# Music?



## AlexXD

I've found that listening to music from my pre-DP life tends to ease the fog slightly... anyone else notice this?


----------



## mazou

I haven't really thought about it. But I will give it a try. Thanks for the great suggestion.


----------



## bob26104

I've been trying to figure out if this thing I am in is the same numbness I read here. I guess this gives me my answer as I was just thinking how the only time I feel...different...or anything, is with the music I used to love.


----------



## mulder

I haven't been here for a long time, not that I ever posted here much.

I DJ'd and wrote music for a living before my DR came on 5 years back. Today, I got a message from another DJ / Producer who also has DP / DR. He's had it longer than me. There are differences. He says he never found the DP / DR affected his music production although DJing is really hard. He still goes off around the country and to other countries DJing, which is amazing to me.

My experience was completely different though. After 6 months of DR I couldn't get excited about new music anymore. This might have been because I realised I couldn't cope with DJing, that I was going to loose my main source of income and so I had to write more tunes. This didn't work, I put all my effort into tunes and they mostly came out a bit weird, sometimes really crazy. It completely affected music for me. I even stopped listening to all music at home. When I did listen, it was to old music that I used to love and I found that I still did. Also, though, I found that old music that I hadn't heard before could be really good to me. Weird, huh?

Now, my DR has backed off a bit, I don't have it really bad like I used to although it's still 24/7. I've found a new style of music that mimics an old style of music and I can get along with it just fine when I'm really focussed. I'm writing music again, and have even had stuff released.

So, In a nutshell, yes I totally understand what you are saying. For some people DP/DR can affect their taste in music so that they only like old music that they used to listen to before they got ill and it can make you feel a little bit like your old self again too. Do bear in mind though, that a lot of today's music is utter pants anyway, so is it really surprising :mrgreen: :mrgreen:


----------



## Cathal_08

yes musis is the one thing that helps me through this, before i got it music was my favorite thing in the world!!!
unfortunately DP affects my abililty to playing any instuments which sucks but i love music  
we should set up somwere that we can just talk about and share are interest in music!


----------



## larry412

Nothing better for DP DR than music. Clear jah mind.


----------



## peachy

i've found that the new coldplay cd, viva la vida, is exceptionally good at pulling you out of fog. give it a try.


----------



## hurricane12

how can you guys listen to music my i hear everything low and i cant really get into the feeling of the music.


----------



## stager

Yea I found that music did same thing to me


----------



## peachy

i think you have to meet music halfway with this one. if you're completely stuck in a fog and part of you isn't ready to come out, then obviously music isn't going to do a shit thing. but if you are willing to take a step out and start living your life, music can be an extra nice boost that really seems to help.


----------



## Robsy

I have a massive music appreciation, but I find that because i live in my headso much, it takes me places, far aaaaway! Usually this is a good thing, but when you are dp'd all you want is reality again so i hate living in my head more.

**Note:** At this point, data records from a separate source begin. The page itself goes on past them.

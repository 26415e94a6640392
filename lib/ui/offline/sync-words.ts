import type { DeviceSnapshot } from '@/lib/offline/device-session';

/** A clock time for people, e.g. "3:07 PM", or "Mar 4, 3:07 PM" when not today. */
export function syncTimeLabel(at: number, now: number = Date.now()): string {
  const date = new Date(at);
  const sameDay = new Date(now).toDateString() === date.toDateString();
  return sameDay
    ? date.toLocaleTimeString('en-US', { hour: 'numeric', minute: '2-digit' })
    : date.toLocaleString('en-US', { month: 'short', day: 'numeric', hour: 'numeric', minute: '2-digit' });
}

export type SyncSummary = {
  /** online | offline: the connection; attention: something waits for the person's decision. */
  tone: 'online' | 'offline' | 'attention';
  /** The pill's short line: "Offline · 3 waiting". */
  short: string;
  /** The full sentence for the sync page and screen readers. */
  long: string;
};

const plural = (n: number, one: string, many: string) => `${n} ${n === 1 ? one : many}`;

/** What the sync pill and the sync page say about the device's connection and queue. */
export function syncSummary(snapshot: DeviceSnapshot, now: number = Date.now()): SyncSummary {
  const stuck = snapshot.items.filter((i) => i.status !== 'waiting').length;
  const waiting = snapshot.items.length - stuck;
  const last = snapshot.lastSyncAt
    ? `last sync ${syncTimeLabel(snapshot.lastSyncAt, now)}`
    : 'not synced yet';
  const connection = snapshot.online ? 'Online' : 'Offline';
  // Something to decide says so first (the pill's icon and colour change too); the connection is in `long`.
  const parts = stuck > 0 ? [plural(stuck, 'needs you', 'need you')] : [connection];
  if (waiting > 0) parts.push(`${waiting} waiting`);
  if (stuck === 0 && waiting === 0) parts.push(snapshot.lastSyncAt ? 'all sent' : 'nothing waiting');
  const queue =
    waiting + stuck === 0
      ? 'Every change is on the server.'
      : `${plural(waiting + stuck, 'change is', 'changes are')} only on this device${
          stuck > 0 ? `; ${plural(stuck, 'needs', 'need')} your decision` : ''
        }.`;
  return {
    tone: stuck > 0 ? 'attention' : snapshot.online ? 'online' : 'offline',
    short: parts.join(' · '),
    long: `${connection}, ${last}. ${queue}`,
  };
}
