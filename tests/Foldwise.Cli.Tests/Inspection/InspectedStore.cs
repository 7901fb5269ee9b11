using System.Collections.Immutable;
using Foldwise.Core.Blending;
using Foldwise.Core.Definition;
using Foldwise.Core.Folds;
using Foldwise.Core.Screening;
using Foldwise.Core.Search;
using Foldwise.Core.Spaces;
using Foldwise.Storage;

namespace Foldwise.Cli.Tests.Inspection;

/// <summary>
/// A hand-written store with one trial in every situation a lead asks about: done, promoted, retried after a
/// lost lease, failed, running, queued; vectors for the blend members; a blend; a screening report.
/// Twelve training rows, three folds, times on a fixed clock.
/// </summary>
public sealed class InspectedStore : IDisposable
{
    public static readonly DateTimeOffset T0 = new(2025, 3, 4, 9, 0, 0, TimeSpan.Zero);

    public InspectedStore(bool finished = false)
    {
        Directory.CreateDirectory(Folder);
        using var store = SearchStore.Create(Path);
        var target = Enumerable.Range(0, 12).Select(i => 10.0 + (i * 5)).ToImmutableArray();
        store.SaveHeader(new SearchHeader
        {
            SearchId = "inspect-1",
            Definition = DefinitionIn(Folder),
            Folds = new FoldPlan(3, 1, [.. Enumerable.Range(0, 12).Select(i => i % 3)]),
            TrainHash = "aa",
            TestHash = "bb",
            TrainIds = [.. Enumerable.Range(0, 12).Select(i => $"r{i}")],
            TestIds = ["t0", "t1"],
            TrainTarget = target,
            Created = T0,
            SpentSeconds = 1800,
            Finished = finished,
        });
        foreach (var trial in Trials)
        {
            store.Save(trial);
        }

        var logTarget = target.Select(y => Math.Log(1 + y)).ToArray();
        store.SaveVectors(1, [.. logTarget.Select(v => v + 0.2)], [3.0, 3.1]);
        store.SaveVectors(3, [.. logTarget.Select(v => v - 0.1)], [3.2, 3.3]);
        store.SaveVectors(2, [.. logTarget.Select(v => v + 0.3)], [3.0, 3.0]);
        store.SaveScreening(new ScreeningReport(5, ["f1", "f2", "f3"], [new DroppedColumn("f4", DropReason.Constant), new DroppedColumn("f5", DropReason.Duplicate, "f1")]));
        store.SaveBlend(new BlendSummary(BlendMode.Simplex, [new BlendMember(3, "lightgbm", 0.7), new BlendMember(2, "fasttree", 0.3), new BlendMember(1, "lightgbm", 0)], 0.09, 0.1, [0.08, 0.1, 0.12], 3, 0.1));
    }

    public string Folder { get; } = System.IO.Path.Combine(System.IO.Path.GetTempPath(), "foldwise-inspect-tests", Guid.NewGuid().ToString("N"));

    public string Path => System.IO.Path.Combine(Folder, "search.db");

    public static IReadOnlyList<TrialRecord> Trials { get; } =
    [
        Trial(1, "lightgbm", 5, TrialState.Done, 0.5, [0.45, 0.5, 0.55], worker: "w1", slot: "0", startMinute: 0, seconds: 30) with { Parameters = Lgbm(0.05, 31) },
        Trial(2, "fasttree", 5, TrialState.Done, 0.6, [0.58, 0.6, 0.62], worker: "w1", slot: "1", startMinute: 0, seconds: 20),
        Trial(3, "lightgbm", 15, TrialState.Done, 0.4, [0.3, 0.4, 0.5], worker: "w2", slot: "0", startMinute: 2, seconds: 90) with
        {
            Parameters = Lgbm(0.05, 31), Rung = 1, ParentId = 1, Proposer = "promotion", Attempt = 2, Failures = 1, LostAttempts = ["1: lease expired on w2/0"],
        },
        Trial(4, "fasttree", 5, TrialState.Failed, null, [], worker: "w1", slot: "1", startMinute: 1, seconds: 5) with
        {
            Attempt = 3, Failures = 3, FailureReason = "InvalidOperationException: fold 2 returned no predictions",
        },
        Trial(5, "lightgbm", 5, TrialState.Running, null, [], worker: "w2", slot: "1", startMinute: 5, seconds: null) with { Parameters = Lgbm(0.2, 100) },
        Trial(6, "fasttree", 5, TrialState.Queued, null, [], worker: null, slot: null, startMinute: null, seconds: null),
    ];

    // The definition as the store keeps it; data paths need not exist to read it back.
    private static SearchDefinition DefinitionIn(string folder) => new()
    {
        Name = "inspect-test",
        Data = new DataSource(System.IO.Path.Combine(folder, "train.csv"), System.IO.Path.Combine(folder, "test.csv"), "id", "y"),
        Folds = 3,
        Families = [.. FamilyNames.Default.Select(f => new FamilySearch(f, DefaultSpaces.For(f)))],
        Schedule = new ScheduleOptions(ScheduleKind.Asha, ProposerKind.Random, FirstRung: 5, FullBudget: 15, Eta: 3),
        Budget = new SearchBudget(Trials: 10, Hours: 1),
    };

    public void Dispose()
    {
        try
        {
            Directory.Delete(Folder, recursive: true);
        }
        catch (IOException)
        {
            // Best effort: a temp folder.
        }
    }

    private static ParameterSet Lgbm(double learningRate, int leaves) => ParameterSet.Of(new Dictionary<string, double>
    {
        ["learning_rate"] = learningRate, ["leaves"] = leaves, ["min_leaf_rows"] = 20, ["feature_fraction"] = 0.8, ["row_fraction"] = 0.9, ["l2"] = 0.01,
    });

    private static TrialRecord Trial(int id, string family, int budget, TrialState state, double? score, double[] folds, string? worker, string? slot, int? startMinute, int? seconds)
    {
        DateTimeOffset? started = startMinute is { } m ? T0.AddMinutes(m) : null;
        return new TrialRecord
        {
            Id = id,
            Family = family,
            Parameters = ParameterSet.Of(new Dictionary<string, double>
            {
                ["learning_rate"] = 0.01 * id, ["leaves"] = 8 + id, ["min_leaf_rows"] = 10, ["feature_fraction"] = 0.1 * id, ["row_fraction"] = 0.7,
            }),
            Budget = budget,
            Proposer = "random",
            State = state,
            Attempt = state == TrialState.Queued ? 0 : 1,
            Worker = worker,
            Slot = slot,
            Created = T0,
            Started = started,
            Finished = seconds is { } s ? started!.Value.AddSeconds(s) : null,
            Score = score,
            FoldScores = [.. folds],
        };
    }
}
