#!/usr/bin/python3
"""Fits xgboost (hist) and sklearn's HistGradientBoostingRegressor on the same folds as
bench/Foldwise.Bench.FoldFit (written with --write DIR), with settings matched to its LightGBM
trial, and prints per-fold seconds and the OOF RMSLE.

Run with Debian's interpreter: /usr/bin/python3 bench/peers/fold_fit_peers.py DIR [--rounds 200] [--threads 2]
Per-fold time covers building the fold's matrices, fitting, and predicting the held-out rows and
the whole test table, as the C# fold does; the test matrix is built once, as the C# test view is.
"""
import argparse
import os
import sys
import time

parser = argparse.ArgumentParser()
parser.add_argument("data")
parser.add_argument("--rounds", type=int, default=200)
parser.add_argument("--threads", type=int, default=2)
parser.add_argument("--only", choices=["xgboost", "sklearn"], default=None)
args = parser.parse_args()
# OpenMP reads these at import time, so set them before numpy/sklearn/xgboost load.
os.environ["OMP_NUM_THREADS"] = str(args.threads)
os.environ.setdefault("OMP_WAIT_POLICY", "passive")

import numpy as np  # noqa: E402
import pandas as pd  # noqa: E402
import scipy.sparse as sp  # noqa: E402


def read_sparse(path, id_column, target_column=None, chunk=5000):
    """Reads a wide, mostly-zero CSV in chunks into CSR float32 (a dense float64 test table would be 1.8 GB)."""
    parts, target, names = [], [], None
    for frame in pd.read_csv(path, chunksize=chunk, dtype={id_column: str}):
        if target_column is not None:
            target.append(frame.pop(target_column).to_numpy(np.float64))
        frame = frame.drop(columns=[id_column])
        names = list(frame.columns)
        parts.append(sp.csr_matrix(frame.to_numpy(np.float32)))
    matrix = sp.vstack(parts).tocsr()
    return matrix, (np.concatenate(target) if target else None), names


def rmsle(log_actual, log_predicted):
    # Same rule as Foldwise's Metric.Score under RMSLE: predictions clamped at 0 on the log scale.
    return float(np.sqrt(np.mean((log_actual - np.maximum(0.0, log_predicted)) ** 2)))


def run(name, fit_predict, train, log_target, folds, test):
    oof = np.zeros(train.shape[0])
    test_mean = np.zeros(test.shape[0])
    fold_seconds, fold_scores = [], []
    k = int(folds.max()) + 1
    start = time.perf_counter()
    for f in range(k):
        lap = time.perf_counter()
        held = np.flatnonzero(folds == f)
        kept = np.flatnonzero(folds != f)
        validation, test_prediction = fit_predict(train[kept], log_target[kept], train[held], test, seed=7 + 1000 * f)
        oof[held] = validation
        test_mean += test_prediction / k
        fold_seconds.append(time.perf_counter() - lap)
        fold_scores.append(rmsle(log_target[held], validation))
    wall = time.perf_counter() - start
    print(f"{name}: wall {wall:.1f} s; per-fold seconds {' '.join(f'{s:.1f}' for s in fold_seconds)}")
    print(f"  fold RMSLE {' '.join(f'{s:.4f}' for s in fold_scores)}; OOF RMSLE {rmsle(log_target, oof):.4f}")
    sys.stdout.flush()
    return wall, rmsle(log_target, oof)


def xgboost_fold(rounds, threads):
    import xgboost as xgb

    params = {
        "objective": "reg:squarederror",
        "tree_method": "hist",
        "grow_policy": "lossguide",
        "max_leaves": 31,
        "max_depth": 0,
        "eta": 0.05,
        "min_child_weight": 20,  # squared error has hessian 1 per row, so this is 20 rows per leaf
        "colsample_bytree": 0.5,
        "subsample": 0.8,
        "lambda": 1.0,
        "max_bin": 255,
        "nthread": threads,
        "verbosity": 0,
    }
    cache = {}

    def fit_predict(x, y, x_held, test, seed):
        if "test" not in cache:
            cache["test"] = xgb.DMatrix(test, nthread=threads)
        booster = xgb.train({**params, "seed": seed}, xgb.DMatrix(x, label=y, nthread=threads), num_boost_round=rounds)
        return booster.predict(xgb.DMatrix(x_held, nthread=threads)), booster.predict(cache["test"])

    return fit_predict, f"xgboost {xgb.__version__} hist"


def sklearn_fold(rounds):
    import sklearn
    from sklearn.ensemble import HistGradientBoostingRegressor

    def predict_dense(model, matrix, chunk=5000):
        return np.concatenate([model.predict(matrix[i:i + chunk].toarray()) for i in range(0, matrix.shape[0], chunk)])

    def fit_predict(x, y, x_held, test, seed):
        # sklearn 1.2 has no per-tree feature or row subsampling here; the other settings match.
        model = HistGradientBoostingRegressor(
            max_iter=rounds, learning_rate=0.05, max_leaf_nodes=31, min_samples_leaf=20,
            l2_regularization=1.0, max_bins=255, early_stopping=False, random_state=seed)
        model.fit(x.toarray(), y)
        return predict_dense(model, x_held), predict_dense(model, test)

    return fit_predict, f"sklearn {sklearn.__version__} HistGradientBoostingRegressor"


clock = time.perf_counter()
train, target, _ = read_sparse(os.path.join(args.data, "train.csv"), "shipper_id", "q1_spend")
test, _, _ = read_sparse(os.path.join(args.data, "test.csv"), "shipper_id")
folds = pd.read_csv(os.path.join(args.data, "folds.csv"))["fold"].to_numpy()
print(f"read train {train.shape} test {test.shape} in {time.perf_counter() - clock:.1f} s; {args.rounds} rounds, {args.threads} threads")
log_target = np.log1p(target)
if args.only in (None, "xgboost"):
    fit, name = xgboost_fold(args.rounds, args.threads)
    run(name, fit, train, log_target, folds, test)
if args.only in (None, "sklearn"):
    fit, name = sklearn_fold(args.rounds)
    run(name, fit, train, log_target, folds, test)
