using System.Text.Json;

namespace Foldwise.Core.Tests.Blending;

/// <summary>
/// The problems and scipy answers in reference/reference_problems.json, written by
/// reference/make_reference.py (scipy 1.10.1, Debian python3-scipy; seed 20261201).
/// </summary>
internal static class ReferenceProblems
{
    private static readonly Lazy<IReadOnlyList<ReferenceProblem>> All = new(Load);

    public static IReadOnlyList<ReferenceProblem> Problems => All.Value;

    public static TheoryData<string> Names()
    {
        var data = new TheoryData<string>();
        foreach (var p in Problems)
        {
            data.Add(p.Name);
        }

        return data;
    }

    public static ReferenceProblem Named(string name) => Problems.Single(p => p.Name == name);

    private static IReadOnlyList<ReferenceProblem> Load()
    {
        var path = Path.Combine(AppContext.BaseDirectory, "Blending", "reference", "reference_problems.json");
        using var document = JsonDocument.Parse(File.ReadAllBytes(path));
        return
        [
            .. document.RootElement.GetProperty("problems").EnumerateArray().Select(p => new ReferenceProblem(
                p.GetProperty("name").GetString()!,
                [.. p.GetProperty("columns").EnumerateArray().Select(Vector)],
                Vector(p.GetProperty("target")),
                p.GetProperty("simplex_objective").GetDouble(),
                p.GetProperty("simplex_exact").GetBoolean(),
                p.GetProperty("nnls_objective").GetDouble())),
        ];
    }

    private static double[] Vector(JsonElement array) => [.. array.EnumerateArray().Select(v => v.GetDouble())];
}

internal sealed record ReferenceProblem(
    string Name, double[][] Columns, double[] Target, double SimplexObjective, bool SimplexExact, double NnlsObjective);
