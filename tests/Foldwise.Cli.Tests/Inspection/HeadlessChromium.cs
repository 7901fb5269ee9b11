using System.Diagnostics;

namespace Foldwise.Cli.Tests.Inspection;

/// <summary>
/// Opens a local page in headless Chromium (Debian package <c>chromium</c>) with every background fetch off,
/// and returns its screenshot, its DOM and the console messages it logged. A missing browser is a failure,
/// not a skip: CI installs it (.ci/run).
/// </summary>
public static class HeadlessChromium
{
    public const string Binary = "/usr/bin/chromium";

    public sealed record Result(int ExitCode, string Stderr, string Dom, IReadOnlyList<string> ConsoleLines);

    public static Result Open(string htmlPath, string screenshotPath, int width = 1280, int height = 2400)
    {
        Assert.True(File.Exists(Binary), $"{Binary} is missing: install it with 'apt-get update && apt-get install -y chromium' (.ci/run does this).");
        string profile = Path.Combine(Path.GetTempPath(), "foldwise-chromium-" + Guid.NewGuid().ToString("N"));
        try
        {
            string url = new Uri(Path.GetFullPath(htmlPath)).AbsoluteUri;
            var shot = Run(profile, $"--enable-logging=stderr --v=0 --screenshot={screenshotPath} --window-size={width},{height}", url);
            var dom = Run(profile + "-dom", "--dump-dom", url);

            // The page runs no script, so any console message at all (an uncaught error, a refused load) is a defect.
            var console = (shot.Stderr + "\n" + dom.Stderr).Split('\n')
                .Where(l => l.Contains(":CONSOLE", StringComparison.Ordinal) || l.Contains("Uncaught", StringComparison.Ordinal))
                .ToList();
            return new Result(shot.ExitCode != 0 ? shot.ExitCode : dom.ExitCode, shot.Stderr, dom.Stdout, console);
        }
        finally
        {
            foreach (string dir in new[] { profile, profile + "-dom" })
            {
                try
                {
                    Directory.Delete(dir, recursive: true);
                }
                catch (IOException)
                {
                    // Best effort: a temp profile.
                }
                catch (UnauthorizedAccessException)
                {
                    // Same.
                }
            }
        }
    }

    private static (int ExitCode, string Stdout, string Stderr) Run(string profile, string flags, string url)
    {
        var info = new ProcessStartInfo(Binary,
            $"--headless --no-sandbox --disable-gpu --disable-quic --no-first-run --disable-background-networking " +
            $"--disable-component-update --disable-sync --user-data-dir={profile} {flags} {url}")
        {
            RedirectStandardOutput = true,
            RedirectStandardError = true,
            UseShellExecute = false,
        };
        using var process = Process.Start(info)!;
        var stdout = process.StandardOutput.ReadToEndAsync();
        var stderr = process.StandardError.ReadToEndAsync();
        if (!process.WaitForExit(TimeSpan.FromSeconds(90)))
        {
            process.Kill(entireProcessTree: true);
            Assert.Fail($"chromium did not finish within 90 s: {flags}");
        }

        return (process.ExitCode, stdout.Result, stderr.Result);
    }
}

Love the shins though....and Mazzy star....Ooooh and the verve - bittersweet symphony, dp or no dp that song always uplifts me


----------



## peachy

omg my very favorite band is the shins. and bittersweet symphony, i have no words to explain that song, very good one indeed.


----------



## Robsy

yay i loooove the shins!! Zach braff introduced me to them in my fav film "the garden state" a must see for anyone that hasnt seen it!!


----------



## peachy

are you kidding me? that's my favorite film too. who are you?? geez :shock: lol
i take it you are probably a zach braff fan as well?


----------



## Guest

Jazzstep


----------



## hurricane12

you know whats weird ever since i got dp everytime i listen to music it gets stuck in my head for days and i can hear it so clearly in my mind


----------



## cyberafrica

I slowly am regaining reality, and from being a person who has always loved and played music, when I first got DP/DR, I did not even listen to music. But now, that "feeling" when you hear music which resonates with ones soul, is slowly coming back, and I find myself listening to music more often now. Soon I will get back to playing the guitar and keyboard.

Maybe, an expert can look at music therapy as part of a holistic healing process for us DP/DR'd, to bring ones emotions back, or bring us back from the dissociative feeling...???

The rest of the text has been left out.